Terrence truly cares about Lisbeth and sends her a wok. I should just leave it at that, but, unfortunately, there’s a story behind it. Earlier in the episode Lisbeth bumps into Terrence on the street (this was before she was mad at Duncan), a little flirtation is exchanged, and Terrence asks if he can join her on her walk. Lisbeth tells him that she is back together with Duncan and that a “walk is never just a walk.” Terrence later sends her the wok with a card that reads, “sometimes a wok is just a wok.” Okay, you get it now? Very clever. Why does shit like that make some girls’ panties all wet? Anyway, it looks like Lisbeth and Terrence will be together for a few episodes. It’s that British accent, I’m telling you.
So, what happened to the little black book, you ask? Well, Duncan receives a final text message that informs him that the book has been sold to the highest bidder. And just when Duncan thinks his life is ruined he finds himself in possession of the book. Terrence bought it. Yep, Terrence; he gives it to Duncan so that Lisbeth can avoid the humiliation that comes with being the ex-wife of a guy who got a knobber from a pre-op tranny. How sweet.
The other boys have got problems too, you know. Karl’s therapist insists that he and Wendy start having sex again. And they do. Wendy gets some advice from Marla on how to spice up their sex life and Karl finds out what an “Argentinean tickler” is. *shiver* Karl also finds out that he’s not very good in bed. Like his wife, he goes to his former mistress for sex advice. Marla, of course, obliges because she loves Wendy so much. They really get into their lesson and Wendy walks in on a very incriminating scene. Just as Wendy decides to leave Karl, he throws her on the floor and makes passionate love to her. *another shiver*
We can always count on that crazy bitch Marla for a good time.

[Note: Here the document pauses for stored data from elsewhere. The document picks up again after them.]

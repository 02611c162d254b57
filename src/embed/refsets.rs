//! Bourgain-style reference sets (Bourgain 1985; Linial, London, Rabinovich 1995).
//!
//! Coordinate `j` of an item `x` is its distance to a random set `S_j`: `min_{s ∈ S_j} d(x, s)`.
//! The sets have sizes `1, 2, 4, …, 2^J`, taken in turn (size 1, size 2, …, size 2^J, size 1
//! again, …), so that every prefix of the coordinates holds every size about equally often.
//! Small sets tell apart items near one reference item, large sets tell apart items by how
//! far they are from a whole region — the mix Bourgain's `O(log n)` distortion bound rests on.
//!
//! Bourgain draws the sets from all `n` items, so a query would need a distance to every
//! member of every set. Here the sets are drawn from a **pool** of `P` items sampled once:
//! a query costs `P` distance computations whatever the dimension, and `2^J ≤ P/2` so that
//! the largest sets still leave half the pool out. Distance to a set is 1-Lipschitz
//! (`|d(x,S) − d(y,S)| ≤ d(x,y)`), so the L∞ distance of the coordinates is a lower bound of
//! the true distance, as with landmarks.

use rand::seq::index::sample;
use rand::SeedableRng;
use rand_chacha::ChaCha8Rng;

use super::Embedding;

/// The set sizes used with a pool of `pool` items: `1, 2, …, 2^J` with `2^J ≤ pool / 2`
/// (just `1` for a pool of one).
///
/// ```
/// assert_eq!(waymark::embed::refsets::sizes(64), vec![1, 2, 4, 8, 16, 32]);
/// assert_eq!(waymark::embed::refsets::sizes(1), vec![1]);
/// ```
pub fn sizes(pool: usize) -> Vec<usize> {
    let mut out = vec![1];
    while out.last().expect("non-empty") * 2 <= pool / 2 {
        let next = out.last().expect("non-empty") * 2;
        out.push(next);
    }
    out
}

/// Draws the pool (from `n` items) and `dim` sets from it. Deterministic for a seed.
pub fn choose(n: usize, dim: usize, pool: usize, seed: u64) -> Embedding {
    if n == 0 || dim == 0 {
        return Embedding::RefSets {
            pool: Vec::new(),
            sets: Vec::new(),
        };
    }
    let mut rng = ChaCha8Rng::seed_from_u64(seed ^ 0x5eed_5e75);
    let p = pool.clamp(1, n);
    let mut members: Vec<u64> = sample(&mut rng, n, p)
        .into_iter()
        .map(|i| i as u64)
        .collect();
    members.sort_unstable();
    let sizes = sizes(p);
    let sets = (0..dim)
        .map(|j| {
            let mut s: Vec<u32> = sample(&mut rng, p, sizes[j % sizes.len()])
                .into_iter()
                .map(|i| i as u32)
                .collect();
            s.sort_unstable();
            s
        })
        .collect();
    Embedding::RefSets {
        pool: members,
        sets,
    }
}

/// The embedding made of `sets` alone, its pool cut to the members they use (renumbered,
/// in pool order), so that a query is measured against no item it does not need.
pub(super) fn prefix(pool: &[u64], sets: &[Vec<u32>]) -> Embedding {
    let mut used = vec![false; pool.len()];
    for s in sets {
        for &m in s {
            used[m as usize] = true;
        }
    }
    let mut renumber = vec![u32::MAX; pool.len()];
    let mut kept = Vec::new();
    for (i, &u) in used.iter().enumerate() {
        if u {
            renumber[i] = kept.len() as u32;
            kept.push(pool[i]);
        }
    }
    Embedding::RefSets {
        pool: kept,
        sets: sets
            .iter()
            .map(|s| s.iter().map(|&m| renumber[m as usize]).collect())
            .collect(),
    }
}
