/// [`write_parts`] under a lock the caller holds.
fn write_parts_locked(index: &Path, shards: &[PathBuf]) -> Result<PartsWritten> {
    let where_ = index.display();
    if shards.is_empty() {
        return Err(Error::Usage(format!("{where_}: no shard files to list")));
    }
    if shards.len() > MAX_SHARDS {
        return Err(Error::Usage(format!(
            "{where_}: {} shard files; an index lists at most {MAX_SHARDS}",
            shards.len()
        )));
    }
    super::file::refuse_input_as_output(index, shards)?;
    let mut numbered: Vec<(usize, &PathBuf)> = Vec::with_capacity(shards.len());
    for p in shards {
        let name = p.file_name().and_then(|n| n.to_str()).unwrap_or("");
        let s = shard_number(name).ok_or_else(|| {
            Error::Usage(format!(
                "{}: not a shard file name (shard-NNNNN-HASH.wmk, as a shard build writes it)",
                p.display()
            ))
        })?;
        numbered.push((s, p));
    }
    numbered.sort_by_key(|&(s, _)| s);
    for w in numbered.windows(2) {
        if w[0].0 == w[1].0 {
            return Err(Error::Usage(format!(
                "{} and {}: two files of shard {} (from two different runs?): list one",
                w[0].1.display(),
                w[1].1.display(),
                w[0].0
            )));
        }
    }
    if let Some(missing) = (0..numbered.len()).find(|&s| numbered[s].0 != s) {
        return Err(Error::Usage(format!(
            "{where_}: shard {missing} is missing: {} shard files given, numbered up to {} \
             (the shards of an index are numbered 0, 1, 2, … with none left out)",
            numbered.len(),
            numbered.last().map_or(0, |&(s, _)| s)
        )));
    }
    let mut opened = Vec::with_capacity(numbered.len());
    for &(s, p) in &numbered {
        let name = p.file_name().and_then(|n| n.to_str()).unwrap_or("");
        let sum = file_sha256(p).map_err(|e| match e {
            Error::Io { source, .. } if source.kind() == std::io::ErrorKind::NotFound => {
                Error::Usage(format!(
                    "{}: shard {s}: the file does not exist",
                    p.display()
                ))
            }
            other => other,
        })?;
        if name != shard_name(s, &sum) {
            return Err(Error::corrupt(
                p,
                format!(
                    "shard {s}: its contents do not have the checksum its name carries \
                     (changed or damaged after it was written)"
                ),
            ));
        }
        opened.push(Index::open(p)?);
    }
    let fp = fingerprint(&opened[0]);
    let kind = opened[0].meta().ids;
    for (j, ix) in opened.iter().enumerate().skip(1) {
        if fingerprint(ix) != fp {
            return Err(Error::Usage(format!(
                "{}: shard {j}: its embedding (reference items, scale, metric or \
                 normalisation) is not shard 0's ({}): were they built from different seeds?",
                numbered[j].1.display(),
                numbered[0].1.display()
            )));
        }
        if ix.meta().ids != kind {
            return Err(Error::Usage(format!(
                "{}: shard {j}: its ids are {}, shard 0's are {}",
                numbered[j].1.display(),
                id_kind_name(ix.meta().ids),
                id_kind_name(kind)
            )));
        }
    }
    let total: u64 = opened.iter().map(|ix| ix.len() as u64).sum();
    if total > u64::from(u32::MAX) {
        return Err(Error::Usage(format!(
            "{where_}: the shards hold {total} items, more than an index holds"
        )));
    }
    let dir = parts_dir(index);
    std::fs::create_dir_all(&dir).map_err(|e| io(&dir, e))?;
    let mut entries = Vec::with_capacity(opened.len());
    for ((_, p), ix) in numbered.iter().zip(&opened) {
        let name = p
            .file_name()
            .and_then(|n| n.to_str())
            .unwrap_or_default()
            .to_string();
        let dest = dir.join(&name);
        place(p, &dest, ix.file_len() as u64)?;
        entries.push(PartEntry {
            file: name,
            bytes: ix.file_len() as u64,
            digest: part_digest(ix),
            n: ix.len() as u64,
            removed: Vec::new(),
        });
    }
    sync_dir(&dir)?;
    let keep: Vec<String> = entries.iter().map(|e| e.file.clone()).collect();
    write_list(
        index,
        &PartsList {
            fingerprint: fp.clone(),
            parts: entries,
        },
    )?;
    remove_unlisted(&dir, &keep);
    Ok(PartsWritten {
        shards: opened.len(),
        items: total as usize,
        fingerprint: fp,
    })
}

fn id_kind_name(k: super::IdKind) -> &'static str {
    match k {
        super::IdKind::Int => "integers",
        super::IdKind::Text => "text",
    }
}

Don't go. I promise to give it to you real good.
You know who isn’t having a very good time? James. You see, he is having trouble balancing the responsibilities of his new career with spending time with his children. Oh, and his evil sweater-wrap-wearing ex-wife has a new boyfriend, Nick. James doesn’t like the idea of some strange man being around his children. After all, “he could be a doomsday cultist [or] he could be a Red Sox fan.” I hear ya brother, Go Rockies!
At James’ son, Dash’s, birthday party James and Nick show up dressed as Dash’s favorite superheroes. Silver Comet and Captain Clobber get into a fight, and let’s just say their outfits left little to the imagination, so it was a good time had by all. Especially me. Stacey must have enjoyed it too because she begs for James to come home. They’re going to have to kill this woman off, aren’t they? When she does die, can they bury her sweater wraps with her? I don’t ask for much, really.

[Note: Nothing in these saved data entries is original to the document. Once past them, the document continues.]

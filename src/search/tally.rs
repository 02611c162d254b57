//! Exact k-NN and range queries under plain Levenshtein by the char-count bound, with the
//! items read by length ([`Tally`], [`Searcher::tally_answers`]).
//!
//! With `A` and `B` the numbers of chars of two strings in each of 32 bins
//! ([`CharBins`]), the distance is at least `max(Σ (A − B)⁺, Σ (B − A)⁺)` (one edit lowers
//! each sum by at most one). Each sum is a length less the chars the two have in common,
//! `C = Σ min(A, B)`, so the bound is the longer length less `C`; and `C` only adds over
//! the bins the query has chars in (seven or eight for an English word).
//!
//! The items are held by length in chars, their counts in blocks of 64 items bin by bin
//! (64 bytes a bin, 32 bytes an item: 21.2 MB at 663,473 words, made on the first query),
//! so that one vector register holds a bin's counts of a block: a query's `C` with 64 items
//! is a `min` and an add of bytes per bin of the query (AVX-512 BW; two of each with AVX2).
//! Queries go in groups of one length, in rounds: a round collects the items whose bound
//! lies in its range, and each group reads the items of its own length first, then of
//! lengths one further away, and so on, in chunks whose counts stay in cache while every
//! query of the group is compared with them. An item is measured (the lane kernel, [`LevenshteinQuery::dist_batch`], or the
//! bounded one) only when its bound is within the query's cap: the radius, or the `k`-th
//! distance held. Collected items are measured in increasing bound, so that the cap falls
//! early, and the rounds go on until every item whose bound is within the cap has been.
//!
//! Where ties may be left out (the approximate default), the rounds after the first take
//! one bound `b` at a time and fill: every item of a smaller bound has been measured, so
//! any `k` answers within `b` are a brute force's up to the order of ties, and the round
//! measures as it reads and stops at the first `k`.
//!
//! An item not measured had a bound above a cap that is at least the final `k`-th distance
//! (or the radius), so its distance is larger and it cannot enter an answer, tie or not:
//! the answers are those of a brute force ([`super::order`]). On 1,000 typo queries at
//! 663,473 English words, 1.6% of the items were within the 10th distance's bound on
//! average (0.7% at the median), against 63% within its length gap alone (sampled in
//! a script over Debian's wamerican-insane list).

use std::ops::Range;
use std::sync::atomic::Ordering::Relaxed;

I end with Brody because, well, I forgot about him until now. He was acting very bizarre this episode. At first, he was emotional and “womanly” and then, later, he got all macho and “Clint Eastwood” on us. Well, as it turns out, he was having “He-M-S,” a sort of sympathy PMS a man gets when his wife is on her “cycle.” To counteract these terrible emotions of crying and empathy, Karl gives him some new drug that is essentially testosterone. I know what I want for Christmas. Brody becomes aggressive and gains the ability to tell his wife off. What a man!
I’ll bet you’re real sorry you’re not watching this show now, right?
Don’t answer that, I don’t think Christopher Titus could take it.